● What is expected
Looking through the entries, count each line where the string "setdefault" occurs, and write only the total.

● Raw data
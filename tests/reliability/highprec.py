"""Every registered measure written out again in 60-digit decimal arithmetic (a reference).

Straight from the formulas in tallyform.MEASURES (Legendre & Legendre 2012, ch. 7, and the
references listed there), one pair at a time, with Python's ``decimal`` module: no float64
anywhere after the input values, which are exact binary numbers and are converted exactly.
Slow by design; used on small tables or on a few pairs of a large one.
"""
from __future__ import annotations

from decimal import Decimal, getcontext, localcontext

import numpy as np

PREC = 60


def _dec(row) -> list[Decimal]:
    return [Decimal(float(v)) for v in row]          # exact: every float is a binary fraction


class Table:
    """Column-wide facts some measures need (chi-square masses, Gower ranges)."""

    def __init__(self, x: np.ndarray):
        self.x = np.asarray(x, dtype=np.float64)
        with localcontext() as ctx:
            ctx.prec = PREC
            rows = [_dec(r) for r in self.x]
            cols = list(zip(*rows))
            grand = sum(sum(r) for r in rows)
            self.masses = [sum(c) / grand for c in cols]
            self.ranges = [max(c) - min(c) for c in cols]

        self._rows: dict = {}
        self.memo: dict = {}           # per-row quantities (clr), keyed by (name, row)

    def row(self, i: int) -> list:
        if i not in self._rows:
            self._rows[i] = _dec(self.x[i])
        return self._rows[i]

    def pair(self, measure: str, i: int, j: int) -> Decimal:
        with localcontext() as ctx:
            ctx.prec = PREC
            self._ij = (i, j)
            return _MEASURES[measure](self.row(i), self.row(j), self)


def _sqrt(v: Decimal) -> Decimal:
    return v.sqrt() if v > 0 else Decimal(0)


def _profile(x):
    r = sum(x)
    return [v / r for v in x]


def euclidean(x, y, tab):
    return _sqrt(sum((a - b) ** 2 for a, b in zip(x, y)))


def manhattan(x, y, tab):
    return sum(abs(a - b) for a, b in zip(x, y))


def bray_curtis(x, y, tab):
    return sum(abs(a - b) for a, b in zip(x, y)) / (sum(x) + sum(y))


def chi_square(x, y, tab):
    a, b = _profile(x), _profile(y)
    return _sqrt(sum((p - q) ** 2 / c for p, q, c in zip(a, b, tab.masses)))


def hellinger(x, y, tab):
    a, b = _profile(x), _profile(y)
    return _sqrt(sum((_sqrt(p) - _sqrt(q)) ** 2 for p, q in zip(a, b)))


def chord(x, y, tab):
    nx, ny = _sqrt(sum(v * v for v in x)), _sqrt(sum(v * v for v in y))
    return _sqrt(sum((a / nx - b / ny) ** 2 for a, b in zip(x, y)))


def _clr(x):
    """Multiplicative replacement (delta = 1 / p^2 of the total), then centred log-ratio."""
    p = len(x)
    delta = Decimal(1) / Decimal(p) ** 2
    prof = _profile(x)
    nz = sum(1 for v in prof if v == 0)
    z = [delta if v == 0 else v * (1 - nz * delta) for v in prof]
    cache: dict = {}
    logs = [cache[v] if v in cache else cache.setdefault(v, v.ln()) for v in z]
    centre = sum(logs) / p
    return [v - centre for v in logs]


def aitchison(x, y, tab):
    i, j = tab._ij
    cx = tab.memo.setdefault(("clr", i), _clr(x) if ("clr", i) not in tab.memo else None)
    cy = tab.memo.setdefault(("clr", j), _clr(y) if ("clr", j) not in tab.memo else None)
    return _sqrt(sum((a - b) ** 2 for a, b in zip(cx, cy)))


def jaccard(x, y, tab):
    a = sum(1 for p, q in zip(x, y) if p > 0 and q > 0)
    bc = sum(1 for p, q in zip(x, y) if (p > 0) != (q > 0))
    return Decimal(bc) / Decimal(a + bc)


def quantitative_jaccard(x, y, tab):
    return 1 - sum(min(a, b) for a, b in zip(x, y)) / sum(max(a, b) for a, b in zip(x, y))


def sorensen(x, y, tab):
    a = sum(1 for p, q in zip(x, y) if p > 0 and q > 0)
    bc = sum(1 for p, q in zip(x, y) if (p > 0) != (q > 0))
    return Decimal(bc) / Decimal(2 * a + bc)


def kulczynski(x, y, tab):
    m = sum(min(a, b) for a, b in zip(x, y))
    return 1 - (m / sum(x) + m / sum(y)) / 2


def canberra(x, y, tab):
    return sum(abs(a - b) / (abs(a) + abs(b)) for a, b in zip(x, y) if a != 0 or b != 0)


def morisita_horn(x, y, tab):
    rx, ry = sum(x), sum(y)
    lx = sum(v * v for v in x) / rx ** 2
    ly = sum(v * v for v in y) / ry ** 2
    return 1 - 2 * sum(a * b for a, b in zip(x, y)) / ((lx + ly) * rx * ry)


def jensen_shannon(x, y, tab):
    a, b = _profile(x), _profile(y)
    s = Decimal(0)
    for p, q in zip(a, b):
        m = (p + q) / 2
        if p > 0:
            s += p * (p / m).ln()
        if q > 0:
            s += q * (q / m).ln()
    return _sqrt(s / 2)


def gower(x, y, tab):
    keep = [k for k, r in enumerate(tab.ranges) if r > 0]
    return sum(abs(x[k] - y[k]) / tab.ranges[k] for k in keep) / len(keep)


_MEASURES = {f.__name__: f for f in (
    euclidean, manhattan, bray_curtis, chi_square, hellinger, chord, aitchison, jaccard,
    quantitative_jaccard, sorensen, kulczynski, canberra, morisita_horn, jensen_shannon,
    gower)}
NAMES = tuple(_MEASURES)


# ---------------------------------------------------------------------- log-gamma, NB2
def _bernoulli(m: int) -> list:
    """B_0..B_m as fractions (B_1 = -1/2), from sum_k C(n+1, k) B_k = 0."""
    from fractions import Fraction
    from math import comb
    b = [Fraction(1)]
    for n in range(1, m + 1):
        b.append(-sum(comb(n + 1, k) * b[k] for k in range(n)) / Fraction(n + 1))
    return b


_B = _bernoulli(40)


def _pi() -> Decimal:
    """pi by Machin's formula, pi = 16 atan(1/5) - 4 atan(1/239)."""
    def atan_inv(x: int) -> Decimal:
        total, term, k, x2 = Decimal(0), Decimal(1) / x, 0, x * x
        tiny = Decimal(10) ** -(getcontext().prec + 5)
        while term > tiny:
            total += term / (2 * k + 1) * (-1 if k % 2 else 1)
            term /= x2
            k += 1
        return total
    return 16 * atan_inv(5) - 4 * atan_inv(239)


with localcontext() as _ctx:
    _ctx.prec = PREC + 10
    _HALF_LOG_2PI = (2 * _pi()).ln() / 2


def lgamma(z: Decimal) -> Decimal:
    """log Gamma(z) for z > 0: recurrence up to z >= 40, then Stirling's series with the
    Bernoulli numbers B_2..B_40 (error far below 1e-50 there)."""
    with localcontext() as ctx:
        ctx.prec = PREC + 10
        z = Decimal(z)
        shift = Decimal(0)
        while z < 40:
            shift += z.ln()
            z += 1
        s = (z - Decimal("0.5")) * z.ln() - z + _HALF_LOG_2PI
        for k in range(1, 21):
            b = _B[2 * k]
            s += Decimal(b.numerator) / Decimal(b.denominator) / (
                Decimal(2 * k * (2 * k - 1)) * z ** (2 * k - 1))
        return +(s - shift)


def nb2_loglik(y, mu, theta) -> Decimal:
    """The NB2 log-likelihood in its textbook log-gamma form, in 60-digit arithmetic."""
    with localcontext() as ctx:
        ctx.prec = PREC
        th = Decimal(float(theta))
        total = Decimal(0)
        for yi, mi in zip(y, mu):
            yi, mi = Decimal(float(yi)), Decimal(float(mi))
            total += (lgamma(yi + th) - lgamma(th) - lgamma(yi + 1)
                      + th * (th / (th + mi)).ln())
            if yi > 0:
                total += yi * (mi / (th + mi)).ln()
        return total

● Reply to the task
3